ASSIGNMENT: Go through the entries below and copy each line that holds the word "handle".

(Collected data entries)
· · · · · · ·
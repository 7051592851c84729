package web

import (
	"context"
	"encoding/json"
	"errors"
	"fmt"
	"io"
	"sort"
	"sync"
	"time"

	"github.com/rs/zerolog"

	"rolloff/driver"
	"rolloff/driver/bench"
	"rolloff/sweep/analysis"
	"rolloff/sweep/event"
	"rolloff/sweep/export"
	"rolloff/sweep/plan"
	"rolloff/sweep/point"
	"rolloff/sweep/queue"
	"rolloff/sweep/sched"
	"rolloff/sweep/sched/finish"
	"rolloff/sweep/sched/onbench"
	"rolloff/sweep/store"
)

var errNoFile = errors.New("web: no such file")

// New builds the daemon's server for cfg.Bench and cfg.Store and listens
// on cfg.Addr (loopback by default; any other address requires a token,
// generated when cfg.Token is empty). Runs the store holds unfinished are
// listed as interrupted. Serve starts serving.
func New(cfg Config) (*Server, error) {
	if cfg.Bench == nil {
		return nil, errors.New("web: no bench")
	}
	if cfg.Store == nil {
		return nil, errors.New("web: no run store")
	}
	be := &bridge{b: cfg.Bench, st: cfg.Store, log: cfg.Log, tune: cfg.Sched, owned: map[string]*store.Run{}}
	be.openIndex()
	s, err := newServer(cfg, be)
	if err != nil {
		return nil, err
	}
	// Taken after the queue has listed the store: runs an earlier daemon
	// left queued are found interrupted; from now on a run waiting here
	// is listed queued.
	release, err := cfg.Store.HoldQueue()
	if err != nil {
		// Runs waiting here may then look interrupted to other readers
		// of the store; they are still run.
		msg := "store queue lock not taken"
		if errors.Is(err, store.ErrLocked) {
			msg += ": another daemon keeps a queue on this store"
		}
		cfg.Log.Warn().Err(err).Msg(msg)
		release = func() {}
	}
	be.mu.Lock()
	be.releaseQueue = release
	be.mu.Unlock()
	return s, nil
}

// closeQueue lets the store's queue lock go when the server shuts down.
func (g *bridge) closeQueue() {
	g.mu.Lock()
	release := g.releaseQueue
	g.releaseQueue = nil
	g.mu.Unlock()
	if release != nil {
		release()
	}
	g.saveIndex(true)
}

// bridge implements backend with the real bench, scheduler and store.
type bridge struct {
	b    *bench.Bench
	st   *store.Store
	log  zerolog.Logger
	tune func(*sched.Opts)

	mu    sync.Mutex
	owned map[string]*store.Run // runs this daemon holds (locked) while they run

	releaseQueue func() // lets the store's queue lock go

	idx      *store.Index // nil: the store is listed whole
	idxSaved time.Time    // guarded by mu
	unseen   map[string]bool
}

var _ backend = (*bridge)(nil)

func (g *bridge) Create(ctx context.Context, p *plan.Plan, src queue.Source) (string, error) {
	r, err := g.st.Create(store.CreateOpts{
		Name: p.Name, PlanFile: src.Name, PlanData: src.Data, Plan: p,
		BenchFile: g.b.Raw, Identities: g.b.Identities, State: event.Queued,
	})
	if err != nil {
		return "", err
	}
	// A waiting run holds no open file: the store's queue lock (held by
	// the server) keeps it from being taken for an interrupted one, and
	// Start claims it.
	id := r.ID()
	if err := r.Close(); err != nil {
		return "", err
	}
	return id, nil
}

// claim returns the locked handle of run id for starting it: a run
// waiting in the queue is claimed from the store, any other opened and
// locked.
func (g *bridge) claim(id string) (*store.Run, error) {
	g.mu.Lock()
	if r := g.owned[id]; r != nil {
		g.mu.Unlock()
		return r, nil
	}
	g.mu.Unlock()
	r, err := g.st.Claim(id)
	if errors.Is(err, store.ErrNotQueued) {
		return g.own(id)
	}
	if err != nil {
		return nil, err
	}
	g.mu.Lock()
	g.owned[id] = r
	g.mu.Unlock()
	return r, nil
}

// own returns the locked handle of run id, opening and locking it when
// this daemon does not hold it yet (a run of an earlier daemon).
func (g *bridge) own(id string) (*store.Run, error) {
	g.mu.Lock()
	defer g.mu.Unlock()
	if r := g.owned[id]; r != nil {
		return r, nil
	}
	r, err := g.st.OpenRun(id)
	if err != nil {
		return nil, err
	}
	if err := r.Lock(); err != nil {
		r.Close()
		return nil, err
	}
	g.owned[id] = r
	return r, nil
}

func (g *bridge) release(id string) {
	g.mu.Lock()
	r := g.owned[id]
	delete(g.owned, id)
	g.mu.Unlock()
	if r != nil {
		r.Close()
	}
}

// reader returns a handle to read run id and a function to let it go.
func (g *bridge) reader(id string) (*store.Run, func(), error) {
	g.mu.Lock()
	r := g.owned[id]
	g.mu.Unlock()
	if r != nil {
		return r, func() {}, nil
	}
	r, err := g.st.OpenRun(id)
	if err != nil {
		if errors.Is(err, store.ErrNotFound) {
			return nil, nil, fmt.Errorf("run %q: %w", id, queue.ErrNotFound)
		}
		return nil, nil, err
	}
	return r, func() { r.Close() }, nil
}

func (g *bridge) Start(ctx context.Context, id string, p *plan.Plan, resume bool) (queue.Run, error) {
	r, err := g.claim(id)
	if err != nil {
		return nil, err
	}
	if resume || p == nil {
		if p, err = r.Plan(); err != nil {
			g.release(id)
			return nil, err
		}
		if err := p.Validate(g.Limits()); err != nil {
			g.release(id)
			return nil, err
		}
	}
	through, err := sched.LoadThrough(g.st, p)
	if err != nil {
		g.release(id)
		return nil, err
	}
	opts := sched.Opts{Resume: resume, SubscriberBuffer: 4096, Finish: finish.Analyze(p, r.Dir(), through, finish.SpecOf(g.b.Config, p))}
	if g.b.Sim != nil {
		opts.RangeKnown, opts.CurrentRange = true, g.b.Sim.ConverterRange()
	}
	if g.tune != nil {
		g.tune(&opts)
	}
	_ = g.b.SetRunID(r.ID()) // named to a controller refused by the bench lock
	run := sched.Start(ctx, onbench.Instruments(g.b, g.log), p, r, opts)
	go func() {
		<-run.Done()
		_ = g.b.SetRunID("")
		g.release(id)
	}()
	return schedRun{run}, nil
}

// schedRun adapts a scheduler run to the queue.
type schedRun struct{ *sched.Run }

var _ queue.Run = schedRun{}

func (r schedRun) Snapshot() queue.Snapshot {
	st := r.Status()
	sn := queue.Snapshot{State: st.State, Prompt: st.Prompt}
	if st.Total > 0 {
		sn.Progress = &event.Progress{Done: st.Done, Total: st.Total, FreqHz: st.FreqHz, ETA: st.ETA, Elapsed: st.Elapsed}
	}
	return sn
}

func (g *bridge) List(ctx context.Context) ([]queue.Stored, error) {
	var sums []store.Summary
	if g.idx != nil {
		sums = g.idx.Runs()
	} else {
		var err error
		if sums, err = g.st.List(); err != nil {
			return nil, err
		}
	}
	return g.stored(sums), nil
}

func (g *bridge) stored(sums []store.Summary) []queue.Stored {
	out := make([]queue.Stored, 0, len(sums))
	for _, s := range sums {
		if s.Err != "" {
			g.log.Warn().Str("run", s.ID).Str("error", s.Err).Msg("run cannot be read; not listed")
			continue
		}
		out = append(out, storedOf(s))
	}
	return out
}

func (g *bridge) Events(ctx context.Context, id string, from int) ([]event.Event, error) {
	r, done, err := g.reader(id)
	if err != nil {
		return nil, err
	}
	defer done()
	evs, err := r.Events()
	if err != nil {
		return nil, err
	}
	if from > len(evs) {
		from = len(evs)
	}
	return evs[from:], nil
}

func (g *bridge) SetState(ctx context.Context, id string, s event.State, msg string) error {
	g.mu.Lock()
	r := g.owned[id]
	g.mu.Unlock()
	if r == nil {
		var err error
		if r, err = g.own(id); err != nil {
			return err
		}
	}
	err := r.SetState(s, msg)
	if s == event.Queued {
		g.release(id) // waits again with no open file; Start claims it
	}
	if s.Ended() {
		// Nothing will run it in this daemon: let the lock go, so that
		// a later daemon (or the CLI) may resume it.
		if s.Final() {
			g.release(id)
		}
	}
	return err
}

func (g *bridge) Info() BenchInfo {
	b := g.b
	in := BenchInfo{Simulated: b.Sim != nil, TimeScale: b.TimeScale, LineHz: b.LineHz, Limits: g.Limits()}
	if b.Config != nil {
		in.Name = b.Config.File
	}
	roles := map[string]bool{}
	add := func(role string, present bool) {
		if present {
			roles[role] = true
		}
	}
	add("generator", b.Generator != nil)
	add("dc_voltmeter", b.DCVoltmeter != nil)
	add("converter", b.Converter != nil)
	add("ac_voltmeter", b.ACVoltmeter != nil)
	add("vin", b.Vin != nil)
	add("range_switch", b.Switch != nil)
	for r := range roles {
		in.Roles = append(in.Roles, r)
	}
	sort.Strings(in.Roles)
	for role, id := range b.Identities {
		in.Instruments = append(in.Instruments, Instrument{Role: role, Identity: id, Connected: true})
	}
	sort.Slice(in.Instruments, func(i, j int) bool { return in.Instruments[i].Role < in.Instruments[j].Role })
	if b.Converter != nil {
		in.Ranges = b.Converter.Ranges()
		w := b.Converter.Window()
		in.Window = &w
	}
	return in
}

func (g *bridge) CheckThrough(p *plan.Plan) error {
	_, err := sched.LoadThrough(g.st, p)
	return err
}

func (g *bridge) Limits() driver.GeneratorLimits {
	if g.b.Generator != nil {
		return g.b.Generator.Limits()
	}
	return g.b.Limits
}

func (g *bridge) Estimate(p *plan.Plan) (Estimate, error) {
	if g.b.Config == nil {
		return Estimate{}, errors.New("web: the bench has no configuration to estimate with")
	}
	r, err := plan.Estimate(p, onbench.Timing(g.b.Config, p, 0))
	if err != nil {
		return Estimate{}, err
	}
	fs, err := p.Freqs()
	if err != nil {
		return Estimate{}, err
	}
	e := Estimate{Points: r.Points, RefineMaxPoints: r.RefinePoints, DurationS: r.TotalS, TimeScale: g.b.TimeScale, Plan: p}
	if len(fs) > 0 {
		e.StartHz, e.StopHz = fs[0].Hz, fs[len(fs)-1].Hz
	}
	return e, nil
}

func (g *bridge) Points(ctx context.Context, id string) ([]point.Point, error) {
	r, done, err := g.reader(id)
	if err != nil {
		return nil, err
	}
	defer done()
	return r.Points()
}

func (g *bridge) OpenFile(ctx context.Context, id, name string) (io.ReadSeekCloser, time.Time, error) {
	r, done, err := g.reader(id)
	if err != nil {
		return nil, time.Time{}, err
	}
	defer done()
	f, err := r.OpenFile(name)
	if err != nil {
		if errors.Is(err, store.ErrNotFound) {
			return nil, time.Time{}, errNoFile
		}
		return nil, time.Time{}, err
	}
	var mod time.Time
	if st, err := f.Stat(); err == nil {
		mod = st.ModTime()
	}
	return f, mod, nil
}

// series reads one run for an overlay: its points and, when it has one,
// its result.
func (g *bridge) series(id string) (export.Series, error) {
	r, done, err := g.reader(id)
	if err != nil {
		return export.Series{}, err
	}
	defer done()
	pts, err := r.Points()
	if err != nil {
		return export.Series{}, err
	}
	if len(pts) == 0 {
		return export.Series{}, badRequest("runs", "run %s has no points to plot", id)
	}
	s := export.Series{Name: r.Meta().Name + " (" + id + ")", Points: pts}
	if f, err := r.OpenFile(store.FileResult); err == nil {
		var res analysis.Result
		// The stored result is used when it carries its samples; else the
		// overlay analyses the points itself.
		if json.NewDecoder(io.LimitReader(f, 8<<20)).Decode(&res) == nil && len(res.Samples) > 0 {
			s.Result = &res
		}
		f.Close()
	}
	return s, nil
}

func (g *bridge) Overlay(ctx context.Context, w io.Writer, format string, ids []string, diff bool) error {
	var ss []export.Series
	for _, id := range ids {
		s, err := g.series(id)
		if err != nil {
			return err
		}
		ss = append(ss, s)
	}
	var err error
	if diff {
		if len(ss) != 2 {
			return badRequest("diff", "a difference plot takes exactly two runs (the second minus the first), not %d", len(ss))
		}
		err = export.DiffPlot(w, format, export.PlotOptions{}, ss[0], ss[1])
	} else {
		err = export.Overlay(w, format, export.PlotOptions{}, ss...)
	}
	if err != nil {
		return &apiError{status: 422, field: "runs", msg: fmt.Sprintf("cannot plot these runs: %v", err)}
	}
	return nil
}

func (g *bridge) Confirmed(rangeIndex int) {
	if g.b.Sim != nil {
		if err := g.b.Sim.SelectRange(rangeIndex); err != nil {
			g.log.Warn().Err(err).Int("range", rangeIndex).Msg("simulated range switch")
		}
	}
}

func (g *bridge) Halt() error { return g.b.Halt() }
· · · · · · ·
EXERCISE RESPONSE:
// claim returns the locked handle of run id for starting it: a run
// own returns the locked handle of run id, opening and locking it when
// reader returns a handle to read run id and a function to let it go.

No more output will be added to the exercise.